■ **What you will do**
What do the lines say from the start of the entries through the one containing "Derived here. A"? Repeat them exactly.
[Information supplied]
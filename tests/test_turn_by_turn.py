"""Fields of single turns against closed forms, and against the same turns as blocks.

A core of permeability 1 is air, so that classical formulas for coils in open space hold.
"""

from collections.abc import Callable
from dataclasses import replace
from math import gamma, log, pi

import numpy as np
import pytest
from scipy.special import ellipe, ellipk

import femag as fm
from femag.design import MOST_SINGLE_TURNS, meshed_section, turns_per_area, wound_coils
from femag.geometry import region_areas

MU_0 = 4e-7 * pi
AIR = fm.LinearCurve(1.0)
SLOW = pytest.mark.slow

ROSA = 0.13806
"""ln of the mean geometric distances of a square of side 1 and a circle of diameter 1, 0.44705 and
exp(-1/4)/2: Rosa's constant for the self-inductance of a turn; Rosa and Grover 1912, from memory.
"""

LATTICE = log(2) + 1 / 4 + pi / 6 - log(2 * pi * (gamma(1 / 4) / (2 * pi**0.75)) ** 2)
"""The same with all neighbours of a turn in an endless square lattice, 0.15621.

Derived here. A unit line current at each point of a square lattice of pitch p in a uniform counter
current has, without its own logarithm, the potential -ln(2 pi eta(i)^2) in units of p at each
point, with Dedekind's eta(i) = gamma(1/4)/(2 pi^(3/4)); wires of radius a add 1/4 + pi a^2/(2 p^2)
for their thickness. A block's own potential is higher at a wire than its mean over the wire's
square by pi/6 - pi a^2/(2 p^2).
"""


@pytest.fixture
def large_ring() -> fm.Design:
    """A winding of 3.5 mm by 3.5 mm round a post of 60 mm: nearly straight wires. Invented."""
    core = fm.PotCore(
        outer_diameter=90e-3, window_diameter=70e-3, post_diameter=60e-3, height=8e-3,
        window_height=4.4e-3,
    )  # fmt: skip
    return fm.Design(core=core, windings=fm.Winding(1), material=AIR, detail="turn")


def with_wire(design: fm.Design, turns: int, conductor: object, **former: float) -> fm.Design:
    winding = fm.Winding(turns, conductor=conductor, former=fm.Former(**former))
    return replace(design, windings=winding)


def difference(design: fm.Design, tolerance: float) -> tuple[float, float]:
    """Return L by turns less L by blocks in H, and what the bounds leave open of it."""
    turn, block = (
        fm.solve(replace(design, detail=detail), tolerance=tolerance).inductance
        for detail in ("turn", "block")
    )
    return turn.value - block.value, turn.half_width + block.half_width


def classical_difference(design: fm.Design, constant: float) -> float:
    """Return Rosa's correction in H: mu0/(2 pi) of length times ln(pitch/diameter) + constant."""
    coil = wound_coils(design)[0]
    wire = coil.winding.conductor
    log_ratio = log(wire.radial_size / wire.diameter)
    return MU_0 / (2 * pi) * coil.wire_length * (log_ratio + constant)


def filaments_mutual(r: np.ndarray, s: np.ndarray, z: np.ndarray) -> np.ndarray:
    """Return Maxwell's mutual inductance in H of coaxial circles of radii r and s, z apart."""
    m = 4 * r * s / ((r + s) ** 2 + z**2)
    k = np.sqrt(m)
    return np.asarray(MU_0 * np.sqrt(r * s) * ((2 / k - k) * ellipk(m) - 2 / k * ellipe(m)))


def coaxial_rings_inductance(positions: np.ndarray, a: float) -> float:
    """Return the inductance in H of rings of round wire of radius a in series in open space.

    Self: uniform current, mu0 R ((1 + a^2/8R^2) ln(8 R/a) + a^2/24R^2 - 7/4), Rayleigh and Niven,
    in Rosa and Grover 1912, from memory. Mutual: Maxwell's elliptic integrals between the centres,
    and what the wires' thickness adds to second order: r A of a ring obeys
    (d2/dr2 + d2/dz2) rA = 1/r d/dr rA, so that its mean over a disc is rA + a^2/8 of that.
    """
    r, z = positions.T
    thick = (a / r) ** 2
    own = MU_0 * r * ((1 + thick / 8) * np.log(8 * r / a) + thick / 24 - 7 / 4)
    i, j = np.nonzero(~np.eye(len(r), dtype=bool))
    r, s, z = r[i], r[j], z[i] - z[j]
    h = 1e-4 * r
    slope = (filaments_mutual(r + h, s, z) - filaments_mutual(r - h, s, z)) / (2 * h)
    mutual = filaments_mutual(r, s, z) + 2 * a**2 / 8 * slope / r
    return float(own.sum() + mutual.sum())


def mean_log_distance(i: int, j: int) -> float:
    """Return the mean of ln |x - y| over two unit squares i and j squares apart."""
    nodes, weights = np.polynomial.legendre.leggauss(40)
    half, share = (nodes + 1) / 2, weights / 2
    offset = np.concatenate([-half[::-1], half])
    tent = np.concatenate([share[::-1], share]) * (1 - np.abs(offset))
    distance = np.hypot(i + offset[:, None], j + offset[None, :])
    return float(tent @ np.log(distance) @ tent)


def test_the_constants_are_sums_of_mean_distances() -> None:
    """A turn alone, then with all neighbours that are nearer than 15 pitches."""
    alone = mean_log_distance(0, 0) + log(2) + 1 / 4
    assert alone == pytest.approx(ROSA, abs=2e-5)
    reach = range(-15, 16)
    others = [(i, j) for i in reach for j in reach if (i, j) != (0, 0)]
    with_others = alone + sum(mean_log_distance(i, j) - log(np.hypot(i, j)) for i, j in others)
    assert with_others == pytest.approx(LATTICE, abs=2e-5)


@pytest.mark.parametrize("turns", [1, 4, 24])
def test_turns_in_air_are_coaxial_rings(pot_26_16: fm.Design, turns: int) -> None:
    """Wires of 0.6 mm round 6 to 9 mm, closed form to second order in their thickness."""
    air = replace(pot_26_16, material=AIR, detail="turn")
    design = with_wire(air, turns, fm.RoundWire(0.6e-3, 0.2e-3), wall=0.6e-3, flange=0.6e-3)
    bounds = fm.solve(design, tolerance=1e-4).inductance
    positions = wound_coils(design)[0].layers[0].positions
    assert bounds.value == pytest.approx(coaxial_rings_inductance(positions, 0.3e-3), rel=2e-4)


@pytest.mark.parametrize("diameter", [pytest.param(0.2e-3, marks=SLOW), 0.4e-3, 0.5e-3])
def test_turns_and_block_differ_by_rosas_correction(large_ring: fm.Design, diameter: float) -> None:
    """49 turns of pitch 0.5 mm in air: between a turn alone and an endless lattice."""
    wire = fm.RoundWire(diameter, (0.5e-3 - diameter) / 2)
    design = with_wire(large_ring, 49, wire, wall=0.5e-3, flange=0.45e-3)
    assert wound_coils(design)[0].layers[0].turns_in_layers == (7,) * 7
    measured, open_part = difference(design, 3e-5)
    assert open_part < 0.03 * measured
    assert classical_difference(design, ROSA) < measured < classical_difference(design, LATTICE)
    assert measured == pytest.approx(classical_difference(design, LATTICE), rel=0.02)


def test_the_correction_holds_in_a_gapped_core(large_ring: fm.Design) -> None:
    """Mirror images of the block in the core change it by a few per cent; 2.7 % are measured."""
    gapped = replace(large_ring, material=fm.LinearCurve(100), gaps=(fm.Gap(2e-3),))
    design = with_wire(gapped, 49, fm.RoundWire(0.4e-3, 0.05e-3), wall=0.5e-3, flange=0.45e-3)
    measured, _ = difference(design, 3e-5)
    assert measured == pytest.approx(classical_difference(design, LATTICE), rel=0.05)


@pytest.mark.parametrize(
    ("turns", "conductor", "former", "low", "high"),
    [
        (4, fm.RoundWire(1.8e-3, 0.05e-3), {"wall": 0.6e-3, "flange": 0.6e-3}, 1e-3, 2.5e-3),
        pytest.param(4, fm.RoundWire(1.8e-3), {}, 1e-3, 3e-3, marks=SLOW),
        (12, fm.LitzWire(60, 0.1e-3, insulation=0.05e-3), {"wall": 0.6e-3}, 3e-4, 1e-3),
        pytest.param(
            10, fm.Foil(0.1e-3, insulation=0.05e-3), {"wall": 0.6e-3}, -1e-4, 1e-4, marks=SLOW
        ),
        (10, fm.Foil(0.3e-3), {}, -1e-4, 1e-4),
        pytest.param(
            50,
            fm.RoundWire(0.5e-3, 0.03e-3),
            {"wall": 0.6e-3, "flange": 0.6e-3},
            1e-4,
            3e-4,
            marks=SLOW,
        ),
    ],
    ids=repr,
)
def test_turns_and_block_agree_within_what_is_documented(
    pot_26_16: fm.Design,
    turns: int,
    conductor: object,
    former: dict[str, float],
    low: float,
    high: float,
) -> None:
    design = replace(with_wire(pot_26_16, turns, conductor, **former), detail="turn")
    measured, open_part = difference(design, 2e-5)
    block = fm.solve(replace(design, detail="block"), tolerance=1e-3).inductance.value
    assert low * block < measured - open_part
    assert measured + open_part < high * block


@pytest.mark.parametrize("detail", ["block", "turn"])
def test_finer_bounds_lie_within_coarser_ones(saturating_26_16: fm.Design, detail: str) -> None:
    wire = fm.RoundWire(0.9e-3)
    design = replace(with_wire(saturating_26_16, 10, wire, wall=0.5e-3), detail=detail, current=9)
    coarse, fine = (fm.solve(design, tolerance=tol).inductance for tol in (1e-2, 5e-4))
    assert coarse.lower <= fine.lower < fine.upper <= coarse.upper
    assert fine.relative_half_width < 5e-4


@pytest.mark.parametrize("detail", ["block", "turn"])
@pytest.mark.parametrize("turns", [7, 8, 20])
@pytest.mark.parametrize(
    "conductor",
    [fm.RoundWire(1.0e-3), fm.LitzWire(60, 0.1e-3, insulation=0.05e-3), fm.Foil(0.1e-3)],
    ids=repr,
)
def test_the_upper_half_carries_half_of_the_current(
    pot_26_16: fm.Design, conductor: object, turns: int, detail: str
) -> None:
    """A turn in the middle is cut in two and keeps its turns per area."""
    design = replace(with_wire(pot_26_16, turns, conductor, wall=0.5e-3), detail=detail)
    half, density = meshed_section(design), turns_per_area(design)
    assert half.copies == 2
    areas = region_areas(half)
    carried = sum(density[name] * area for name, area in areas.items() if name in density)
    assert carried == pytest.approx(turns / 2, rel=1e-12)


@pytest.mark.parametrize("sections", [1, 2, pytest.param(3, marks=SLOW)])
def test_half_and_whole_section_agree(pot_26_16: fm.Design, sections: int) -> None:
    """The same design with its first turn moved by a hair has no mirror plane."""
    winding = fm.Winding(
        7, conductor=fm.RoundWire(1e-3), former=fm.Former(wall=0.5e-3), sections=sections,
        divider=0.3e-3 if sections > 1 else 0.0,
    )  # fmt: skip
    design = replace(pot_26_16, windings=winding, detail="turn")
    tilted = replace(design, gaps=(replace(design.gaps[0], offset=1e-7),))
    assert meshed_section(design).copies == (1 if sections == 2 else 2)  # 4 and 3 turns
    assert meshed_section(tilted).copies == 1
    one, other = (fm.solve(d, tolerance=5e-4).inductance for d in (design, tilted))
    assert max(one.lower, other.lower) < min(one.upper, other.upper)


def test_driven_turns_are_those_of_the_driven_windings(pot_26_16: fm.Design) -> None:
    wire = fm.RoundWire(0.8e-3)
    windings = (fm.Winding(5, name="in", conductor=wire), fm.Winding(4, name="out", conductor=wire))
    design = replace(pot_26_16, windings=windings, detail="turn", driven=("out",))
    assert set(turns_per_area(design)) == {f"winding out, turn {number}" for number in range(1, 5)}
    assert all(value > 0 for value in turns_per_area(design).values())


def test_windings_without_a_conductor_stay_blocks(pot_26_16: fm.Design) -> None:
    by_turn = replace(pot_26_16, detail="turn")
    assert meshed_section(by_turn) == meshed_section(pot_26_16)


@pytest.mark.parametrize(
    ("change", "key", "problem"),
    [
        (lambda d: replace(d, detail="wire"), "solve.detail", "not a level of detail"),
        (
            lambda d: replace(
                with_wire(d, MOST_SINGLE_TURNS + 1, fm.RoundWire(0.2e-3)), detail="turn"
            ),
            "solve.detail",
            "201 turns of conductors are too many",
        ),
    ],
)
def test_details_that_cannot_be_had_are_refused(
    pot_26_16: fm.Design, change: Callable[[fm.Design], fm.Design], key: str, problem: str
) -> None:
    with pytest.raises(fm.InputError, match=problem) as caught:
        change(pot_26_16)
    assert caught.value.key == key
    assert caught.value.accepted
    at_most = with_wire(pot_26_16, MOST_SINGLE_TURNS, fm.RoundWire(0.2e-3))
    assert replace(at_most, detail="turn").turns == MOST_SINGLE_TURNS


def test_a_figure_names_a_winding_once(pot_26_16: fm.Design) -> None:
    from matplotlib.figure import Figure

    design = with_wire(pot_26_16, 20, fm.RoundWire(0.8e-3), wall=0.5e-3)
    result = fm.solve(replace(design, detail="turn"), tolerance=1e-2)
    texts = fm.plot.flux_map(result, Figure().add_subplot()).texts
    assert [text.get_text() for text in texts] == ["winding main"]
[/Information supplied]
■ **Exercise response**
filename tests/test_turn_by_turn.py
"""Fields of single turns against closed forms, and against the same turns as blocks.

A core of permeability 1 is air, so that classical formulas for coils in open space hold.
"""

from collections.abc import Callable
from dataclasses import replace
from math import gamma, log, pi

import numpy as np
import pytest
from scipy.special import ellipe, ellipk

import femag as fm
from femag.design import MOST_SINGLE_TURNS, meshed_section, turns_per_area, wound_coils
from femag.geometry import region_areas

MU_0 = 4e-7 * pi
AIR = fm.LinearCurve(1.0)
SLOW = pytest.mark.slow

ROSA = 0.13806
"""ln of the mean geometric distances of a square of side 1 and a circle of diameter 1, 0.44705 and
exp(-1/4)/2: Rosa's constant for the self-inductance of a turn; Rosa and Grover 1912, from memory.
"""

LATTICE = log(2) + 1 / 4 + pi / 6 - log(2 * pi * (gamma(1 / 4) / (2 * pi**0.75)) ** 2)
"""The same with all neighbours of a turn in an endless square lattice, 0.15621.

Derived here. A unit line current at each point of a square lattice of pitch p in a uniform counter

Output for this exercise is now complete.